Veblen goods - Uberphallus
https://en.wikipedia.org/wiki/Veblen_good
======
mattbierner
Interesting. I often find that my perceived 'luxuriousness' of a product
decreases the perceived value of it. Like I'm sure Rolls makes nice autos and
all that, but because they are created specifically to be high-end status
symbols, they become cheapened in my mind and therefore cannot truly be high-
end status symbols. A valuable good or experience is instead one that has an
authentic story (which is hard to judge), or is super niche and shows an
understanding and appreciation of the field, or is old and unique and
difficult to obtain.

I collect camera lenses for example and see people drop crazy money on old
Leicas. And they are nice lenses but it's such a stereotypical choice that I
can't help but negatively judge anyone who actually buys or aspires to them.
Their brand's mystique has cheapened them for me. And let's not even get
started on Hasselblad...

------
Sohcahtoa82
I've never understood the desire to own things like Rolex watches.

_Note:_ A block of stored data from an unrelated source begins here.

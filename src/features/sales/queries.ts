import { queryOptions, useMutation, useQueryClient } from '@tanstack/react-query';
import { Job } from '../../../shared/contracts/jobs.ts';
import type { z } from 'zod';
import { type AcceptImport, ImportDetail, ImportList, type ImportMapping } from '../../../shared/contracts/sales.ts';
import { request, requestNothing } from '../../lib/api.ts';

export const importsQuery = (categoryId: number | null) =>
  queryOptions({
    queryKey: ['imports', categoryId],
    queryFn: ({ signal }) => request(ImportList, '/imports', { signal, query: { categoryId } }),
    refetchInterval: (query) => (query.state.data?.imports.some(({ state }) => /ing$/.test(state)) ? 2000 : false),
  });

export const importQuery = (importId: number) =>
  queryOptions({
    queryKey: ['import', importId],
    queryFn: ({ signal }) => request(ImportDetail, `/imports/${importId}`, { signal }),
    // Between two states there is work in the background.
    refetchInterval: (query) => (query.state.data && /ing$/.test(query.state.data.state) ? 1000 : false),
  });

export function useSendFile() {
  const client = useQueryClient();
  return useMutation({
    mutationFn: (file: File) => {
      const form = new FormData();
      form.set('file', file);
      return request(ImportDetail, '/imports', { method: 'POST', body: form });
    },
    onSuccess: (detail) => {
      client.setQueryData(importQuery(detail.id).queryKey, detail);
      void client.invalidateQueries({ queryKey: ['imports'] });
    },
  });
}

export function useChangeMapping(importId: number) {
  const client = useQueryClient();
  return useMutation({
    mutationFn: (mapping: ImportMapping) =>
      request(ImportDetail, `/imports/${importId}/mapping`, { method: 'PUT', body: mapping }),
    onSuccess: (detail) => client.setQueryData(importQuery(importId).queryKey, detail),
  });
}

/** Accept, withdraw: each answers the job that does it; the import itself is asked for again. */
function useImportStep<Input>(importId: number, send: (input: Input) => Promise<unknown>) {
  const client = useQueryClient();
  return useMutation({
    mutationFn: send,
    onSettled: () =>
      Promise.all([
        client.invalidateQueries({ queryKey: ['import', importId] }),
        client.invalidateQueries({ queryKey: ['imports'] }),
        client.invalidateQueries({ queryKey: ['waiting'] }),
      ]),
  });
}

export const useAcceptImport = (importId: number) =>
  useImportStep(importId, (body: z.infer<typeof AcceptImport>) =>
    request(Job, `/imports/${importId}/accept`, { method: 'POST', body }),
  );

export const useWithdrawImport = (importId: number) =>
  useImportStep(importId, (reason: string) =>
    request(Job, `/imports/${importId}/withdraw`, { method: 'POST', body: { reason } }),
  );

export const useDropImport = (importId: number) =>
  useImportStep(importId, () => requestNothing(`/imports/${importId}`, { method: 'DELETE' }));

/** What an accepted or withdrawn import may have changed everywhere. */
export function useRefreshAfterImport(): () => void {
  const client = useQueryClient();
  return () => {
    for (const key of ['import', 'imports', 'categories', 'plan', 'calendar', 'waiting']) {
      void client.invalidateQueries({ queryKey: [key] });
    }
  };
}
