function Pennants({
  weeks,
  xOf,
  first,
  last,
}: {
  weeks: BandWeek[];
  xOf: (position: number) => number;
  first: number;
  last: number;
}) {
  return findRuns(weeks.length, (position) => weeks[position]?.isPromoted ?? false).map(([from, to]) => {
    const isInside = to >= first && from <= last;
    const x = xOf(from);
    const end = xOf(to + 1);
    const length = Math.max(9, Math.min(36, end - x));
    return (
      <g key={from} aria-hidden="true">
        <path
          d={`M${x + 0.5} 22L${x + length} 26.5L${x + 0.5} 31Z`}
          fill={isInside ? 'var(--pennant)' : 'var(--turmeric-tint)'}
          stroke="var(--turmeric)"
          strokeWidth=".8"
          strokeLinejoin="round"
        />
        <path d={`M${x} 21V36`} stroke="var(--turmeric)" strokeWidth="1.2" />
        {end > x + length && <path d={`M${x} 34.2H${end - 1}`} stroke="var(--turmeric)" strokeWidth="1.2" />}
      </g>
    );
  });
}

/** Year where it begins, else the month's letter, where neither stands on another or under a handle. */
function Months({
  weeks,
  xOf,
  foot,
  hidden,
}: {
  weeks: BandWeek[];
  xOf: (position: number) => number;
  foot: number;
  /** Where handles and words stand. */
  hidden: Span[];
}) {
  const marks: { x: number; text: string; isYear: boolean }[] = [];
  let room = -Infinity;
  weeks.forEach((week, position) => {
    const day = addDays(week.weekStart, 3);
    const before = position > 0 ? addDays(week.weekStart, -4) : null;
    const isYear = before === null || before.slice(0, 4) !== day.slice(0, 4);
    if (!isYear && before.slice(0, 7) === day.slice(0, 7)) return;
    const x = xOf(position);
    if (!isYear && x < room) return;
    if (isYear && x < room) marks.pop();
    marks.push({ x, text: isYear ? day.slice(0, 4) : formatMonthLetter(day), isYear });
    room = x + (isYear ? 40 : 18);
  });
  const rim = xOf(weeks.length) + edge;
  return marks.map(({ x, text, isYear }) => (
    <g key={`${x}-${text}`} aria-hidden="true" pointerEvents="none">
      {isYear && x > xOf(0) && <path d={`M${x + 0.5} 40V${foot}`} stroke="var(--rule)" strokeDasharray="1 3" />}
      {x + (isYear ? 34 : 12) <= rim && hidden.every(([from, to]) => x + (isYear ? 32 : 10) < from || x > to) && (
        <text
          x={x + (isYear ? 2 : 0)}
          y={foot + 17}
          fontSize={isYear ? 12 : 11}
          fontWeight={isYear ? 640 : 400}
          fill={isYear ? 'var(--ink)' : 'var(--soft)'}
        >
          {text}
        </text>
      )}
    </g>
  ));
}
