import { z } from 'zod';
import { Id, Instant, Name, Named, WeekStart } from './primitives.ts';
import { Job } from './jobs.ts';

export const Category = z.object({
  id: Id,
  name: z.string(),
  lines: z.array(Named),
  /** Last accepted sales week of the category; the seam lies after it. */
  lastSalesWeek: WeekStart.nullable(),
});
export type Category = z.infer<typeof Category>;
export const CategoryList = z.object({
  categories: z.array(Category),
  /** 0 = Sunday … 6 = Saturday; null until the first import fixes it. */
  firstWeekday: z.number().int().min(0).max(6).nullable(),
});
export type CategoryList = z.infer<typeof CategoryList>;

export const CreateCategory = z.object({ name: Name });
export const CreateLine = z.object({ categoryId: Id, name: Name });

export const FittedCoefficient = z.object({
  name: z.string(),
  group: z.string(),
  estimate: z.number(),
  standardError: z.number(),
  low95: z.number(),
  high95: z.number(),
});
export const Finding = z.object({
  kind: z.string(),
  item: z.string().optional(),
  location: z.string().optional(),
  values: z.record(z.string(), z.union([z.string(), z.number()])).optional(),
});
export type Finding = z.infer<typeof Finding>;

const Maybe = z.number().nullable();
/** Mean weight of the members' own evidence, 0…1, and the members with the lowest and the highest slope. */
const EffectEvidence = z.object({
  own: z.number(),
  withOwnSlope: z.number(),
  members: z.number(),
  lowest: z.object({ name: z.string(), slope: z.number() }),
  highest: z.object({ name: z.string(), slope: z.number() }),
});
export type EffectEvidence = z.infer<typeof EffectEvidence>;

/** One effect of the line in ln units; errors of five kinds, null where they aren't defined. */
const DiagnosedEffect = z.object({
  name: z.string(),
  group: z.string(),
  estimate: z.number(),
  errors: z.object({ classical: Maybe, hc1: Maybe, hc3: Maybe, week: Maybe, neweyWest: Maybe }).nullable(),
  varianceInflation: Maybe,
  inseparableFrom: z.array(z.string()),
  items: EffectEvidence.nullable(),
  locations: EffectEvidence.nullable(),
});
export type DiagnosedEffect = z.infer<typeof DiagnosedEffect>;

const ChiSquareTest = z.object({ statistic: z.number(), degrees: z.number(), p: z.number() });

export const FitDiagnosis = z.object({
  rows: z.number(),
  series: z.number(),
  items: z.number(),
  weeks: z.number(),
  parameters: z.number(),
  residualDegrees: z.number(),
  rSquaredWithin: Maybe,
  adjustedRSquaredWithin: Maybe,
  rSquared: Maybe,
  adjustedRSquared: Maybe,
  likelihood: z.object({ logLikelihood: z.number(), aic: z.number(), aicc: Maybe, bic: z.number() }).nullable(),
  effects: z.array(DiagnosedEffect),
  neweyWestLag: z.number(),
  condition: z.array(
    z.object({ index: z.number(), shares: z.array(z.object({ name: z.string(), share: z.number() })) }),
  ),
  durbinWatson: Maybe,
  breuschPagan: ChiSquareTest.nullable(),
  ljungBox: ChiSquareTest.extend({ lags: z.number() }).nullable(),
  leverage: z.object({ threshold: z.number(), above: z.number(), largest: z.number() }),
  influential: z.array(
    z.object({
      item: z.string(),
      location: z.string(),
      weekStart: WeekStart,
      residual: z.number(),
      leverage: z.number(),
      cooksDistance: z.number(),
    }),
  ),
});
export type FitDiagnosis = z.infer<typeof FitDiagnosis>;

/** What the line page shows of the newest fit. */
export const LineFitView = z.object({
  line: Named,
  category: Named,
  fit: z
    .object({
      id: Id,
      at: Instant,
      salesTo: WeekStart,
      rows: z.number(),
      rank: z.number(),
      sigma: z.number(),
      rSquared: z.number(),
      aic: z.number(),
      seconds: z.number(),
      specification: z.record(z.string(), z.unknown()),
      coefficients: z.array(FittedCoefficient),
      scores: z.array(z.object({ specification: z.string(), crps: z.number(), wape: z.number() })),
      findings: z.array(Finding),
      diagnosis: FitDiagnosis.nullable(),
    })
    .nullable(),
  /** Names by code of the items and locations that the fit speaks of. */
  names: z.object({ items: z.record(z.string(), z.string()), locations: z.record(z.string(), z.string()) }),
  activeJob: Job.nullable(),
});
export type LineFitView = z.infer<typeof LineFitView>;
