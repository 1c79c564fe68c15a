import { z } from 'zod';
import { Id, Instant } from './primitives.ts';

export const waitingKinds = [
  'import-to-check',
  'no-sales-yet',
  'forecast-behind-sales',
  'no-forecast-yet',
  'line-to-submit',
  'line-returned',
  'line-to-review',
  'override-needs-decision',
  'override-due-another-look',
  'pack-to-build',
  'pack-ready',
  'set-up-category',
  'set-up-people',
] as const;

/** One thing that waits for the person. The client words it by `kind` and links to `link`. */
export const WaitingEntry = z.object({
  kind: z.enum(waitingKinds),
  categoryId: Id.nullable(),
  categoryName: z.string().nullable(),
  subject: z.string(),
  detail: z.string().nullable(),
  count: z.number().int(),
  /** Money at stake where it is known; entries are ranked by it. */
  stake: z.number().nullable(),
  at: Instant.nullable(),
  link: z.string(),
});
export type WaitingEntry = z.infer<typeof WaitingEntry>;

export const WaitingList = z.object({ entries: z.array(WaitingEntry) });
export type WaitingList = z.infer<typeof WaitingList>;
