import { z } from 'zod';
import { isIsoDate } from '../domain/weeks.ts';

/** First day of a trading week, `YYYY-MM-DD`. */
export const WeekStart = z.string().refine(isIsoDate, { error: 'must be a date written YYYY-MM-DD' });
export const Id = z.number().int().positive();
/** An id in a path or a query string. */
export const IdText = z.coerce.number().int().positive();
/** ISO 8601 instant. */
export const Instant = z.string();
export const Named = z.object({ id: Id, name: z.string() });
export type Named = z.infer<typeof Named>;
/** A name that people give, trimmed. */
export const Name = z.string().trim().min(1).max(200);
export const Note = z.string().trim().max(2000);
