import { z } from 'zod';
import { Assignment, Person } from './accounts.ts';
import { Id, Instant, Name } from './primitives.ts';

export const Reason = z.object({ id: Id, name: z.string(), isActive: z.boolean() });
export type Reason = z.infer<typeof Reason>;
export const ReasonList = z.object({
  reasons: z.array(Reason),
  /** Relative change of a cell past which a note is asked for, e.g. 0.25. */
  noteThreshold: z.number(),
});
export type ReasonList = z.infer<typeof ReasonList>;

export const Settings = z.object({
  companyName: z.string(),
  /** Country of the public holidays, ISO 3166-1 alpha-2; empty = none. */
  holidayCountry: z.string().regex(/^([A-Z]{2})?$/),
  currency: z.string().regex(/^[A-Z]{3}$/, { error: 'must be a three-letter code such as EUR' }),
  firstWeekday: z.number().int().min(0).max(6).nullable(),
  horizonWeeks: z.number().int().min(4).max(26),
  noteThreshold: z.number().min(0).max(10),
  /** Relative move of the model past which an override is due another look. */
  lookThreshold: z.number().min(0).max(10),
});
export type Settings = z.infer<typeof Settings>;
export const ChangeSettings = Settings.omit({ firstWeekday: true }).partial();
export type ChangeSettings = z.infer<typeof ChangeSettings>;

export const PersonRow = Person.extend({
  isActive: z.boolean(),
  hasAccepted: z.boolean(),
  lastSeenAt: Instant.nullable(),
});
export type PersonRow = z.infer<typeof PersonRow>;
export const PeopleList = z.object({ people: z.array(PersonRow) });
export type PeopleList = z.infer<typeof PeopleList>;

export const InvitePerson = z.object({
  name: Name,
  email: z.email(),
  assignments: z.array(Assignment).min(1),
  isDataSteward: z.boolean(),
});
export type InvitePerson = z.infer<typeof InvitePerson>;
/** The link is shown once; only its hash is stored. */
export const InvitedPerson = z.object({ person: PersonRow, link: z.string(), expiresAt: Instant });
export type InvitedPerson = z.infer<typeof InvitedPerson>;
export const ChangePerson = z.object({
  assignments: z.array(Assignment).optional(),
  isDataSteward: z.boolean().optional(),
  isActive: z.boolean().optional(),
});
export type ChangePerson = z.infer<typeof ChangePerson>;
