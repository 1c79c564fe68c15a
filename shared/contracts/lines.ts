import { z } from 'zod';
import { Id, Instant, Name, Named, WeekStart } from './primitives.ts';
import { Job } from './jobs.ts';

export const Category = z.object({
  id: Id,
  name: z.string(),
  lines: z.array(Named),
  /** Last accepted sales week of the category; the seam lies after it. */
  lastSalesWeek: WeekStart.nullable(),
});
export type Category = z.infer<typeof Category>;
export const CategoryList = z.object({
  categories: z.array(Category),
  /** 0 = Sunday … 6 = Saturday; null until the first import fixes it. */
  firstWeekday: z.number().int().min(0).max(6).nullable(),
});
export type CategoryList = z.infer<typeof CategoryList>;

export const CreateCategory = z.object({ name: Name });
export const CreateLine = z.object({ categoryId: Id, name: Name });

export const FittedCoefficient = z.object({
  name: z.string(),
  group: z.string(),
  estimate: z.number(),
  standardError: z.number(),
  low95: z.number(),
  high95: z.number(),
});
export const Finding = z.object({
  kind: z.string(),
  item: z.string().optional(),
  location: z.string().optional(),
  values: z.record(z.string(), z.union([z.string(), z.number()])).optional(),
});
export type Finding = z.infer<typeof Finding>;

/** What the line page shows of the newest fit. */
export const LineFitView = z.object({
  line: Named,
  category: Named,
  fit: z
    .object({
      id: Id,
      at: Instant,
      salesTo: WeekStart,
      rows: z.number(),
      rank: z.number(),
      sigma: z.number(),
      rSquared: z.number(),
      aic: z.number(),
      seconds: z.number(),
      specification: z.record(z.string(), z.unknown()),
      coefficients: z.array(FittedCoefficient),
      scores: z.array(z.object({ specification: z.string(), crps: z.number(), wape: z.number() })),
      findings: z.array(Finding),
    })
    .nullable(),
  activeJob: Job.nullable(),
});
export type LineFitView = z.infer<typeof LineFitView>;
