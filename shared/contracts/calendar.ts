import { z } from 'zod';
import { Id, Named, WeekStart } from './primitives.ts';

/** A promotion in force: the same terms over items × locations × a run of weeks. */
export const CalendarPromotion = z.object({
  name: z.string(),
  firstWeek: WeekStart,
  lastWeek: WeekStart,
  itemIds: z.array(Id),
  locationIds: z.array(Id),
  /** Price cut as a share of the regular price; null where unknown. */
  depth: z.number().nullable(),
  feature: z.number(),
  display: z.number(),
  mechanics: z.record(z.string(), z.number()),
});
export type CalendarPromotion = z.infer<typeof CalendarPromotion>;

export const CalendarHoliday = z.object({ name: z.string(), weekStart: WeekStart, date: z.string() });
export type CalendarHoliday = z.infer<typeof CalendarHoliday>;

export const CalendarView = z.object({
  category: Named,
  firstWeek: WeekStart,
  weeks: z.number().int(),
  lines: z.array(z.object({ id: Id, name: z.string(), items: z.array(Named) })),
  locations: z.array(Named),
  promotions: z.array(CalendarPromotion),
  prices: z.array(z.object({ itemId: Id, locationId: Id.nullable(), weekStart: WeekStart, regularPrice: z.number() })),
  holidays: z.array(CalendarHoliday),
  revision: z.number().int().nullable(),
});
export type CalendarView = z.infer<typeof CalendarView>;
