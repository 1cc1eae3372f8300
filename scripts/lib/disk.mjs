import { existsSync } from "node:fs";
import { statfs } from "node:fs/promises";
import { dirname } from "node:path";
import { Trouble } from "./trouble.mjs";

const NEEDED_MB = 500;

/**
 * Makes sure that there is room for packages and a database.
 *
 * @param {string} folder which may not be there yet
 * @param {number} [neededMb]
 * @returns {Promise<number>} free megabytes
 * @throws {Trouble} where there are less than 500 MB
 */
export async function requireFreeSpace(folder, neededMb = NEEDED_MB) {
  let existing = folder;
  while (!existsSync(existing)) existing = dirname(existing);
  const { bavail, bsize } = await statfs(existing);
  const freeMb = Math.floor((bavail * bsize) / 1e6);
  if (freeMb < neededMb) {
    throw new Trouble(
      `Only ${freeMb} MB are free on the disk of ${existing}; ${neededMb} MB are needed. Make room and try again.`,
    );
  }
  return freeMb;
}
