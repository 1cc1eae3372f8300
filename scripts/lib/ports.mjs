import { createServer } from "node:net";
import { Trouble } from "./trouble.mjs";

const TRIED = 50;

/**
 * Whether a port of this machine can be listened on.
 *
 * @param {number} port
 * @returns {Promise<"free" | "taken" | "forbidden">}
 */
function tryPort(port) {
  return new Promise((resolve) => {
    const server = createServer();
    server.once("error", (error) =>
      resolve("code" in error && error.code === "EACCES" ? "forbidden" : "taken"),
    );
    server.listen({ port, host: "127.0.0.1" }, () => server.close(() => resolve("free")));
  });
}

/**
 * The wished port, or the next free one above it.
 *
 * @param {number} wished
 * @throws {Trouble} where the port needs more rights, or none is free in the next fifty
 */
export async function freePortFrom(wished) {
  for (let port = wished; port < wished + TRIED && port <= 65_535; port++) {
    const state = await tryPort(port);
    if (state === "free") return port;
    if (state === "forbidden") {
      throw new Trouble(`Port ${port} needs more rights than this user has: set PORT to one above 1023.`);
    }
  }
  throw new Trouble(`No port from ${wished} to ${wished + TRIED - 1} is free: set PORT to one that is.`);
}

/**
 * A port the system says is free.
 *
 * @returns {Promise<number>}
 */
export function anyFreePort() {
  return new Promise((resolve, reject) => {
    const server = createServer();
    server.once("error", reject);
    server.listen({ port: 0, host: "127.0.0.1" }, () => {
      const address = server.address();
      server.close(() => resolve(address && typeof address === "object" ? address.port : 0));
    });
  });
}

/**
 * Reads a port as it was set in the environment.
 *
 * @param {string | undefined} text
 * @param {number} otherwise where none was set
 * @throws {Trouble} where it's no port
 */
export function readPort(text, otherwise) {
  if (text === undefined || text.trim() === "") return otherwise;
  const port = Number(text);
  if (!Number.isInteger(port) || port < 1 || port > 65_535) {
    throw new Trouble(`PORT must be a whole number from 1 to 65535; it's "${text}".`);
  }
  return port;
}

It's a watch. It tells you what time it is. You can get a pretty durable one
that'll last you nearly a lifetime for under $100, especially if you get a
digital one since there's no moving parts to break.

So why spend $5,000+ on one? I mean, yeah you might want to get something
fashionable and shiny, but that doesn't require a $5,000 purchase.

I feel that the only reason to spend $5,000 on a watch is so that you can show
off to other people that you can afford to piss away $5,000 on a watch, which
is just silly.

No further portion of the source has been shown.